In proxy mode, mcp-scan rewrites the MCP client configuration to point at the local proxy, forwards all traffic, applies guardrails, and restores the original configuration on exit.

Attack Scenario

Objective: use mcp-scan in proxy mode during a red-team engagement to watch and abuse MCP tool calls in real time.

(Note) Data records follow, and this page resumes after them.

"""The fastest consistent IK solution sequence along a path: a shortest path over layered candidates.

Every waypoint ``w`` has ``K_w`` candidate configurations (a ``(K_w, n)`` array,
SI units): for a Cartesian waypoint every IK solution inside the joint limits
(branches times revolutions, :func:`ik_candidates`), for a joint waypoint its
given values. Choosing one per waypoint so that the cycle time is smallest is a
shortest path through the layered graph whose nodes are the candidates and
whose edges join consecutive layers, weighted by the segment's rest-to-rest
duration (:mod:`posebridge.planning.cycle_time`: the synchronised trapezoid of
a joint move, :func:`~posebridge.planning.cycle_time.linear_move_timing` of a
linear move). The graph is acyclic, so one pass of dynamic programming in layer
order (Bellman 1957; the single-source shortest path in a DAG, Cormen, Leiserson,
Rivest & Stein, *Introduction to Algorithms*, 3rd ed., sec. 24.2) is exact: the
cycle time is a sum of per-segment durations that depend only on the segment's
two end configurations.

Constraints, each removing candidates or edges (and recorded with its reason):

* **candidates** inside the joint limits with a limit margin of at least
  ``limit_margin_rad`` (``limit_margin_m`` for prismatic joints), on the
  target's required branch, and collision-free (:func:`collision_batch` with
  the scene's clearance scene and ``collision_threshold_m``);
* **joint moves** collision-free along the straight joint-space line, sampled
  as the path check samples it (no joint moves more than ``resolution_rad``,
  ``resolution_m`` for prismatic joints, between samples). The limit margin
  holds along the line because it holds at both ends (the margin box is convex);
* **linear moves** followed with branch continuity exactly as
  :func:`posebridge.planning.path_sampling.sample_path` does (every IK solution
  of every sample, each sample taking the solution nearest the previous one):
  every sample reached, no branch change and no configuration jump (no
  singularity crossing), the limit margin at every sample, collision-free, and
  arriving on one of the next waypoint's candidates (the edge joins the start
  candidate to that one only). Linear moves the joint velocity limits slow
  below the requested speed are timed slower (as in the rest-to-rest timing),
  or refused with ``slowed_linear_moves=False``.

Edge costs are computed for all ``K_w x K_{w+1}`` pairs at once (numpy).
Collision checks along edges, the expensive part, are lazy (as in Lazy PRM,
Bohlin & Kavraki, "Path planning using lazy PRM", ICRA 2000): the shortest path
is found assuming unchecked edges are free, its unchecked edges are checked in
one batch, colliding edges are removed, and the search repeats until the
shortest path consists of checked edges only. Edges are only ever removed when
they truly collide, so the result is the exact optimum over collision-free
sequences while only edges that were on some tentative optimum are checked.

Ties between equally fast sequences go to the lower candidate index (IK slot
order: nearest the previous choice's seed, then the stable branch order).
"""

from __future__ import annotations

import math
from collections.abc import Sequence
from dataclasses import dataclass

import numba as nb
import numpy as np
import numpy.typing as npt

from posebridge.arrays import Int8Array, Int16Array
from posebridge.cell.clearance import clearance_scene
from posebridge.cell.scene import ResolvedPath, Scene
from posebridge.geometry.clearance import collision_batch
from posebridge.kinematics.branches import centred_revolutions, label_branches, labels_match
from posebridge.kinematics.fk import fk_tool
from posebridge.kinematics.ik import IkSolver, ik_solver
from posebridge.kinematics.ik.finishing import (
    JOINT_CONTINUOUS,
    JOINT_REVOLUTE,
    joint_modes,
    joint_weights,
)
from posebridge.kinematics.metrics import limit_margins
from posebridge.planning.cycle_time import (
    DEFAULT_LINEAR_ACCELERATION_M_S2,
    joint_move_durations,
    linear_move_timing,
    path_cycle_time,
)
from posebridge.planning.errors import PlanningInputError, check_non_negative, check_positive
from posebridge.planning.path_sampling import (
    MAX_SAMPLES_PER_SEGMENT,
    SegmentSamples,
    branch_requirement,
    path_of,
    sample_path,
    slerp,
)
from posebridge.transforms import (
    invert_transform,
    quaternion_from_rotation_matrix,
    rotation_matrix_from_quaternion,
)
from posebridge.units import BoolArray, FloatArray

__all__ = [
    "CANDIDATE_REASONS",
    "EDGE_REASONS",
    "CandidateExclusion",
    "SequenceChoice",
    "SequenceLimits",
    "SequenceResult",
    "Violation",
    "WaypointCandidates",
    "ik_candidates",
    "optimise_sequence",
    "revolutions_of",
    "segment_costs",
]

IntArray = npt.NDArray[np.int64]

CANDIDATE_REASONS = ("outside_limits", "limit_margin", "branch", "collision")
"""Why a candidate configuration was excluded at its waypoint."""
EDGE_REASONS = (
    "unreached",
    "branch_change",
    "configuration_jump",
    "limit_margin",
    "arrival_excluded",
    "joint_speed",
    "collision",
)
"""Why an edge (a segment between two candidates) was excluded. ``arrival_excluded``:
the linear move arrives on a configuration that is not a candidate of the next waypoint."""
_MATCH_TOLERANCE = 1e-6
"""Largest joint difference (rad or m) at which a linear move's arrival is that candidate."""


@dataclass(frozen=True)
class SequenceLimits:
    """The constraints and sampling of a sequence search (SI units).

    Attributes
    ----------
    limit_margin_rad, limit_margin_m : float
        Smallest distance to a joint limit, revolute and prismatic joints.
    collision_threshold_m : float
        Clearance below which a configuration collides (0: contact or penetration).
    resolution_m, resolution_rad : float
        Sampling of moves: TCP travel and rotation of linear moves, joint travel
        of joint moves (m for prismatic joints), as the path check samples.
    jump_rad, jump_m : float
        Joint step between two linear-move samples that counts as a configuration jump.
    linear_acceleration_m_s2 : float
        TCP path acceleration of linear moves (rest-to-rest timing).
    slowed_linear_moves : bool
        Allow linear moves that the joint velocity limits slow below the requested speed.
    """

    limit_margin_rad: float = 0.0
    limit_margin_m: float = 0.0
    collision_threshold_m: float = 0.0
    resolution_m: float = 0.005
    resolution_rad: float = math.radians(1.0)
    jump_rad: float = math.radians(10.0)
    jump_m: float = 0.02
    linear_acceleration_m_s2: float = DEFAULT_LINEAR_ACCELERATION_M_S2
    slowed_linear_moves: bool = True

    def __post_init__(self) -> None:
        """Check the margins and thresholds (non-negative, finite)."""
        for name in ("limit_margin_rad", "limit_margin_m"):
            check_non_negative(name, getattr(self, name))
        if not math.isfinite(self.collision_threshold_m):
            raise PlanningInputError(
                f"collision_threshold_m: expected a finite number, got {self.collision_threshold_m!r}"
            )
        for name in (
            "resolution_m",
            "resolution_rad",
            "jump_rad",
            "jump_m",
            "linear_acceleration_m_s2",
        ):
            check_positive(name, getattr(self, name))


@dataclass(frozen=True)
class CandidateExclusion:
    """A configuration left out at its waypoint.

    Attributes
    ----------
    q : array, shape (n,)
        rad or m.
    reason : str
        One of :data:`CANDIDATE_REASONS`.
    joint : int
        Joint outside its limits or closest to them (-1 for the other reasons).
    value : float
        Limit margin of that joint (rad or m; negative: outside), NaN for the other reasons.
    """

    q: FloatArray
    reason: str
    joint: int = -1
    value: float = math.nan


@dataclass(frozen=True, eq=False)
class WaypointCandidates:
    """The candidate configurations of one waypoint.

    Attributes
    ----------
    q : array, shape (K, n)
        rad or m; any generic set of configurations (IK branches and
        revolutions, external-axis positions, ...).
    excluded : tuple of CandidateExclusion
        Configurations left out, with the reason.
    """

    q: FloatArray
    excluded: tuple[CandidateExclusion, ...] = ()


@dataclass(frozen=True)
class Violation:
    """A constraint a choice of configurations breaks.

    Attributes
    ----------
    reason : str
        At a waypoint: one of :data:`CANDIDATE_REASONS` or ``"unreached"`` (no
        configuration); on a segment: one of :data:`EDGE_REASONS` or
        ``"unreached"`` (an end has no configuration).
    waypoint : int
        The waypoint (-1 for a segment's violation).
    segment : int
        The segment ``k``, from waypoint ``k`` to ``k + 1`` (-1 for a waypoint's).
    """

    reason: str
    waypoint: int = -1
    segment: int = -1


@dataclass(frozen=True, eq=False)
class SequenceChoice:
    """One configuration per waypoint and its rest-to-rest timing (SI units).

    Attributes
    ----------
    q : array, shape (W, n)
        rad or m (NaN rows where the waypoint has no configuration).
    labels : array of int8, shape (W, 3)
        Shoulder, elbow and wrist labels (:mod:`posebridge.kinematics.branches`).
    revolutions : array of int16, shape (W, n)
        Whole revolutions of each joint (:func:`revolutions_of`).
    segment_durations : array, shape (W - 1,)
        s; NaN where the segment is not feasible.
    total : float
        s; NaN if any segment is not feasible.
    same_branch_throughout : bool
        No label changes sign between any two waypoints (0, singular, matches either).
    violations : tuple of Violation
        Constraints the choice breaks, waypoints first, then segments.
    """

    q: FloatArray
    labels: Int8Array
    revolutions: Int16Array
    segment_durations: FloatArray
    total: float
    same_branch_throughout: bool
    violations: tuple[Violation, ...]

  1. Identify a target agent that uses MCP servers (for example, an internal automation agent or developer assistant).
  2. Configure the MCP client to route through mcp-scan proxy. Ensure traffic now flows agent → mcp-scan → MCP server.
  3. Drive realistic user prompts through the agent and capture the live tool call stream. Map which MCP servers and tools get invoked, and with what parameters.
  4. Look for tools with over-privileged capabilities: file system access, shell execution, broad network access or ability to fetch arbitrary URLs.
  5. Craft prompt-injection payloads or malicious tool responses and observe how the agent behaves in proxy logs. Use this evidence to demonstrate chained attacks such as data exfiltration, lateral movement or cross-tenant access.

Red Team Relevance

For red teams, mcp-scan turns opaque agent behaviour into something you can reason about. You can:

  • Discover undocumented tools and hidden capabilities exposed via MCP.
  • Replay or modify tool calls to test how robust the agent’s prompt handling and tool routing really are.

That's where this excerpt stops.